§ **SUPPLIED MATERIAL**
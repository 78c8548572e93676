"""The largest batch a loaded machine takes and still meets a goal; batch size in compare and the metrics."""

from __future__ import annotations

import dataclasses
import math

import pytest

from procplan.errors import InvalidInputError
from procplan.files.library import load_library
from procplan.files.machines import equipment_from_dict
from procplan.geometry import Geometry
from procplan.model import Checks, FixedProperties, Load, Plan, Product, Step
from procplan.run.engine import run_plan
from procplan.studies.batch_size import largest_batch
from procplan.studies.compare import compare_plans, variants_of
from procplan.studies.inverse import GOALS

LIB = load_library()
# A small reach-in cabinet (invented test machine): 1 kW at −5 °C air, UA = 1000/10 W/K.
CABINET = equipment_from_dict(
    {
        "id": "cabinet",
        "name": "test cabinet",
        "kind": "blast-chiller",
        "medium": "air",
        "capacity_kW": 1.0,
        "evaporating_C": -15.0,
        "condensing_C": 35.0,
        "settings": {
            "air_C": {"min": -10, "max": 5, "default": -5},
            "air_speed_m_s": {"min": 1, "max": 4, "default": 2},
        },
        "thermal": {"medium_volume_m3": 0.5, "structure_mass_kg": 40.0, "rated_medium_C": -5.0},
    }
)
TEST_LIB = dataclasses.replace(LIB, equipment={**LIB.equipment, "cabinet": CABINET})
BALL = Product(
    "ball", Geometry("sphere", diameter_m=0.04), fixed_properties=FixedProperties(0.5, 1050.0, 3600.0)
)
PLAN = Plan(
    "balls in a cabinet",
    BALL,
    70.0,
    (
        Step(
            "chill", 4 * 3600.0, 5.0, equipment="cabinet", settings=(("air_C", -5.0), ("air_speed_m_s", 2.0))
        ),
    ),
    Checks(pieces_per_batch=10),
)


def _measure(n: int, target_min: float) -> float:
    plan = PLAN.with_pieces(n).with_step(0, duration_s=1.25 * 60 * target_min)
    return GOALS["time"].measure(run_plan(plan, library=TEST_LIB), plan, 0, target_min)


def test_the_largest_batch_passes_and_one_more_piece_fails():
    # Method: the answer checked by independent forward runs at N and N + 1 (the goal's own measure).
    one = run_plan(PLAN.with_pieces(1), library=TEST_LIB)
    target = 1.3 * one.steps[0].duration_s / 60.0
    r = largest_batch(PLAN, step_index=0, goal="time", library=TEST_LIB, target_min=target, max_pieces=5000)
    assert r.pieces is not None and r.first_failing == r.pieces + 1
    assert _measure(r.pieces, target) >= 0 > _measure(r.pieces + 1, target)
    assert r.machine_load is not None and not r.machine_load.held  # the answer's plant ran at its limit
    measures = [m for _, m in sorted(r.evaluations)]
    assert all(a >= b - 1e-9 for a, b in zip(measures, measures[1:], strict=False))  # monotone in N


def test_an_empty_machine_or_a_machine_without_description_cannot_answer():
    with pytest.raises(InvalidInputError) as exc:
        largest_batch(
            dataclasses.replace(PLAN, load=Load("set-point")),
            step_index=0,
            goal="time",
            library=TEST_LIB,
            target_min=60,
        )
    assert "load.model" in str(exc.value)
    bare = dataclasses.replace(CABINET, thermal=None)
    lib = dataclasses.replace(LIB, equipment={**LIB.equipment, "cabinet": bare})
    with pytest.raises(InvalidInputError) as exc:
        largest_batch(PLAN, step_index=0, goal="time", library=lib, target_min=60)
    assert "steps[0].equipment" in str(exc.value)


def test_compare_varies_the_batch_and_reports_the_shortfall():
    # Invariant: more pieces in the same machine never cool faster; the shortfall appears with the load.
    plans = [PLAN.with_pieces(1), *variants_of(PLAN.with_pieces(1), [{"pieces": 400}], library=TEST_LIB)]
    cmp_ = compare_plans(plans, library=TEST_LIB)
    small, big = (cmp_.table.loc[p.title] for p in plans)
    assert big["pieces"] == 400 and small["pieces"] == 1
    assert big["time_to_target_min"] > small["time_to_target_min"]
    assert small["capacity_shortfall_kW"] == 0.0 and big["capacity_shortfall_kW"] > 0.0
    assert big["plant_limit_min"] > 0
    with pytest.raises(InvalidInputError):
        variants_of(PLAN, [{"pieces": 0}])
    empty = run_plan(dataclasses.replace(PLAN, load=Load("set-point")), library=TEST_LIB)
    from procplan.studies.metrics import result_metrics

    assert math.isnan(result_metrics(empty)["capacity_shortfall_kW"])


def test_the_warmest_loading_temperature_that_meets_the_time():
    # Method: the required loading temperature checked by forward runs 0.5 K either side; a warmer machine
    # at loading never cools the batch faster.
    from procplan.studies.inverse import required_setting

    plan = PLAN.with_pieces(200)
    at_set_point = run_plan(plan, library=TEST_LIB).steps[0].duration_s / 60.0
    warm = run_plan(plan.with_step(0, loading_medium_C=15.0), library=TEST_LIB).steps[0].duration_s / 60.0
    assert warm > at_set_point
    target = at_set_point + 0.5 * (warm - at_set_point)
    r = required_setting(
        plan,
        step_index=0,
        parameter="loading_medium_C",
        goal="time",
        library=TEST_LIB,
        target_min=target,
        bounds=(-5.0, 15.0),
        n_scan=3,
        xtol=0.05,
    )
    assert r.achievable and r.passes == "below" and r.confirmed

    def measure(v):
        p = plan.with_step(0, loading_medium_C=v, duration_s=1.25 * 60 * target)
        return GOALS["time"].measure(run_plan(p, library=TEST_LIB), p, 0, target)

    assert measure(r.value - 0.5) > 0 > measure(r.value + 0.5)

§ **EXERCISE GOAL**
Each record should be given again exactly as it reads.

§ **RESPONSE BOX**
repository 78c8548572e93676
"""The largest batch a loaded machine takes and still meets a goal; batch size in compare and the metrics."""

from __future__ import annotations

import dataclasses
import math

import pytest

from procplan.errors import InvalidInputError
from procplan.files.library import load_library
from procplan.files.machines import equipment_from_dict
from procplan.geometry import Geometry
from procplan.model import Checks, FixedProperties, Load, Plan, Product, Step
from procplan.run.engine import run_plan
from procplan.studies.batch_size import largest_batch
from procplan.studies.compare import compare_plans, variants_of
from procplan.studies.inverse import GOALS

LIB = load_library()
# A small reach-in cabinet (invented test machine): 1 kW at −5 °C air, UA = 1000/10 W/K.
CABINET = equipment_from_dict(
    {
        "id": "cabinet",
        "name": "test cabinet",
        "kind": "blast-chiller",
        "medium": "air",
        "capacity_kW": 1.0,
        "evaporating_C": -15.0,
        "condensing_C": 35.0,
        "settings": {
            "air_C": {"min": -10, "max": 5, "default": -5},
            "air_speed_m_s": {"min": 1, "max": 4, "default": 2},
        },
        "thermal": {"medium_volume_m3": 0.5, "structure_mass_kg": 40.0, "rated_medium_C": -5.0},
    }
)
TEST_LIB = dataclasses.replace(LIB, equipment={**LIB.equipment, "cabinet": CABINET})
BALL = Product(
    "ball", Geometry("sphere", diameter_m=0.04), fixed_properties=FixedProperties(0.5, 1050.0, 3600.0)
)
PLAN = Plan(
    "balls in a cabinet",
    BALL,
    70.0,
    (
        Step(
            "chill", 4 * 3600.0, 5.0, equipment="cabinet", settings=(("air_C", -5.0), ("air_speed_m_s", 2.0))
        ),
    ),
    Checks(pieces_per_batch=10),
)


def _measure(n: int, target_min: float) -> float:
    plan = PLAN.with_pieces(n).with_step(0, duration_s=1.25 * 60 * target_min)
    return GOALS["time"].measure(run_plan(plan, library=TEST_LIB), plan, 0, target_min)


def test_the_largest_batch_passes_and_one_more_piece_fails():
    # Method: the answer checked by independent forward runs at N and N + 1 (the goal's own measure).
    one = run_plan(PLAN.with_pieces(1), library=TEST_LIB)
    target = 1.3 * one.steps[0].duration_s / 60.0
    r = largest_batch(PLAN, step_index=0, goal="time", library=TEST_LIB, target_min=target, max_pieces=5000)
    assert r.pieces is not None and r.first_failing == r.pieces + 1
    assert _measure(r.pieces, target) >= 0 > _measure(r.pieces + 1, target)
    assert r.machine_load is not None and not r.machine_load.held  # the answer's plant ran at its limit
    measures = [m for _, m in sorted(r.evaluations)]
    assert all(a >= b - 1e-9 for a, b in zip(measures, measures[1:], strict=False))  # monotone in N


def test_an_empty_machine_or_a_machine_without_description_cannot_answer():
    with pytest.raises(InvalidInputError) as exc:
        largest_batch(
            dataclasses.replace(PLAN, load=Load("set-point")),
            step_index=0,
            goal="time",
            library=TEST_LIB,
            target_min=60,
        )
    assert "load.model" in str(exc.value)
    bare = dataclasses.replace(CABINET, thermal=None)
    lib = dataclasses.replace(LIB, equipment={**LIB.equipment, "cabinet": bare})
    with pytest.raises(InvalidInputError) as exc:
        largest_batch(PLAN, step_index=0, goal="time", library=lib, target_min=60)
    assert "steps[0].equipment" in str(exc.value)


def test_compare_varies_the_batch_and_reports_the_shortfall():
    # Invariant: more pieces in the same machine never cool faster; the shortfall appears with the load.
    plans = [PLAN.with_pieces(1), *variants_of(PLAN.with_pieces(1), [{"pieces": 400}], library=TEST_LIB)]
    cmp_ = compare_plans(plans, library=TEST_LIB)
    small, big = (cmp_.table.loc[p.title] for p in plans)
    assert big["pieces"] == 400 and small["pieces"] == 1
    assert big["time_to_target_min"] > small["time_to_target_min"]
    assert small["capacity_shortfall_kW"] == 0.0 and big["capacity_shortfall_kW"] > 0.0
    assert big["plant_limit_min"] > 0
    with pytest.raises(InvalidInputError):
        variants_of(PLAN, [{"pieces": 0}])
    empty = run_plan(dataclasses.replace(PLAN, load=Load("set-point")), library=TEST_LIB)
    from procplan.studies.metrics import result_metrics

    assert math.isnan(result_metrics(empty)["capacity_shortfall_kW"])


def test_the_warmest_loading_temperature_that_meets_the_time():
    # Method: the required loading temperature checked by forward runs 0.5 K either side; a warmer machine
    # at loading never cools the batch faster.
    from procplan.studies.inverse import required_setting

    plan = PLAN.with_pieces(200)
    at_set_point = run_plan(plan, library=TEST_LIB).steps[0].duration_s / 60.0
    warm = run_plan(plan.with_step(0, loading_medium_C=15.0), library=TEST_LIB).steps[0].duration_s / 60.0
    assert warm > at_set_point
    target = at_set_point + 0.5 * (warm - at_set_point)
    r = required_setting(
        plan,
        step_index=0,
        parameter="loading_medium_C",
        goal="time",
        library=TEST_LIB,
        target_min=target,
        bounds=(-5.0, 15.0),
        n_scan=3,
        xtol=0.05,
    )
    assert r.achievable and r.passes == "below" and r.confirmed

    def measure(v):
        p = plan.with_step(0, loading_medium_C=v, duration_s=1.25 * 60 * target)
        return GOALS["time"].measure(run_plan(p, library=TEST_LIB), p, 0, target)

    assert measure(r.value - 0.5) > 0 > measure(r.value + 0.5)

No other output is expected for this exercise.